Slow sampling in a Hierarchical Logistic Regression example

I want to be as direct as possible.
I’m trying to implement a logistic regression problem (following Nicole Carlson startguide to PyMC3 - PyData 2016 HLR case study she showed) with 6 categories (6 different types of movements in a bank) and 4 features (day of the month of the movement, times the movement is repeated in a month, individual cost per movement and total spend per month of each movement).
Although I know that I’m feeding the model with a large amount of data (60000 observations among all the categories), the time it takes me to make the inference is very high and I don’t know why. If someone could write me some advice, I’d appreciate it.
I’m leaving my program here:


Full code -> logistic_regression_bankmovements.py (4.3 KB)

Could the problem arise that, when specifying my model_output, that is, the observed
in my likelihood, I’m considering all 1s for a specific category and 0s for the others?.
My final goal is to obtain (from the posterior) the probability (between [0,1]) of EACH category, based on certain observations in each feature.

Thanyou so much ! :slight_smile:

You don’t need to use the shared variables as the model_input and your model_output will not change. You can further vectorize the samling of mu_intercept and mu_slope by using shape=2. Similarly, you can also vectorize the sigma_slope and intercept. I don’t know what the cat is but if it is an index then you can go ahead and remove the cat_theano variable also and use the cat as index directly. This will speed up your computation a little but the most computation is happening at the step pm.math.sigmoid(...). You can use multiple cores to get a high speed up.

>>> import numpy as np
>>> import theano
>>> import theano.tensor as tt
>>> import pymc3 as pm
>>> y_data = np.zeros(60000)
>>> y_data[:20000] = np.ones(20000)
>>> model_input = np.random.randn(60000, 4)
>>> model_output = y_data
>>> with pm.Model() as model:
...  mu = pm.Normal("mu", mu=0, sd=10, shape=2)
...  sigma = pm.Uniform("sigma", 0., 10., testval=2., shape=2)
...  intercept = pm.Normal("intercept", mu=mu[0], tau=sigma[0], shape=60000)
...  slope = pm.Normal("slope", mu=mu[1], tau=sigma[1], shape=(60000, 4))
...  p = pm.math.sigmoid(intercept + pm.math.sum(slope * model_input, 1))
...  like = pm.Bernoulli("like", p, observed=model_output)
...
>>> with model:
...  trace = pm.sample(500, init='advi', n_init=5000, chains=2, tune=500, target_accept=0.95)
...

(I am using core i7 cpu on a linux machine)

Hi Eduardo,
In addition to Tirth’s advice, you can also try more regularizing priors – with hierarchical GLMs, this is especially important.
Here is a guide for choosing good priors, and a NB with regularizing priors for GLMs.
Hope this helps :vulcan_salute:

2 Likes

Hi @tirthasheshpatel thankyou so much for your tips. Only one question about your comments, if I have 6 different categories, what is the reason do you use 60,000 (total number of observations in my data) instead of 6, inside shape of intercept and slope ?. Thanks!

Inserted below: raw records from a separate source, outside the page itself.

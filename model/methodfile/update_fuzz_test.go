package methodfile

import (
	"bytes"
	"testing"
)

// FuzzUpdate: for any file the decoder accepts and an edit chosen by the
// fuzzer (a value, a ramp or a compound added or removed), Update never
// panics and its result always means the edited method (placed in the
// text, or written fresh when the layout defeats the placer).
func FuzzUpdate(f *testing.F) {
	addFiles(f, "../../testdata/*.toml")
	f.Fuzz(func(t *testing.T, data []byte) {
		m, err := Parse("fuzz.toml", data)
		if err != nil {
			return
		}
		e := m.Clone()
		sel := 0
		if len(data) > 0 {
			sel = int(data[len(data)/2])
		}
		switch sel % 5 {
		case 0:
			e.Oven.InitialC = e.Limits.OvenMinC
		case 1:
			e.Title = "edited"
		case 2:
			if len(e.Compounds) > 1 {
				e.Compounds = e.Compounds[1:]
			}
		case 3:
			if len(e.Oven.Ramps) > 1 {
				e.Oven.Ramps = e.Oven.Ramps[:len(e.Oven.Ramps)-1]
			}
		case 4:
			e.Compounds[len(e.Compounds)-1].Amount = 2.5
		}
		want, err := Marshal(e)
		if err != nil {
			return
		}
		if _, err := Parse("edited.toml", want); err != nil {
			return // the edit made an invalid method
		}
		out, _, err := Update("fuzz.toml", data, e)
		if err != nil {
			t.Fatal(err)
		}
		got, err := Parse("out.toml", out)
		if err != nil {
			t.Fatalf("result does not parse: %v\n%s", err, out)
		}
		if again, _ := Marshal(got); !bytes.Equal(again, want) {
			t.Fatalf("result means another method:\n%s", out)
		}
	})
}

@AlexAndorra @tirthasheshpatel The last doubt about my model because I’m going around it and I can’t get it. You would help me understand it much better.
My goal is get (from the posterior) the probability ([0,1]) of EACH category for specific features. (example : 4 features (day of the month of the movement == 10, times the movement is repeated in a month == 2, individual cost per movement == 50, total spend per month of each movement == 100).
What numpy.array for observed value is valid ? or am I saying something crazy? :sweat_smile:

(in the code I generate a value of observed with 20000 lines of 1s for the category_1 and 0s for the other categories (the other 40000 lines), because I want to evaluate what I have told you before but only for the category_1)

Thankyou from a beginner!

I’m not sure I understand what the problem is :thinking:
Does the model sample? Do you get an error?

@AlexAndorra yes ! The model samples but I think there are some wrong things because it returns me a rhat greater than 1.05 for the slope parameters.

Did you some diagnotics and plotting checks to see if / where the problem could be?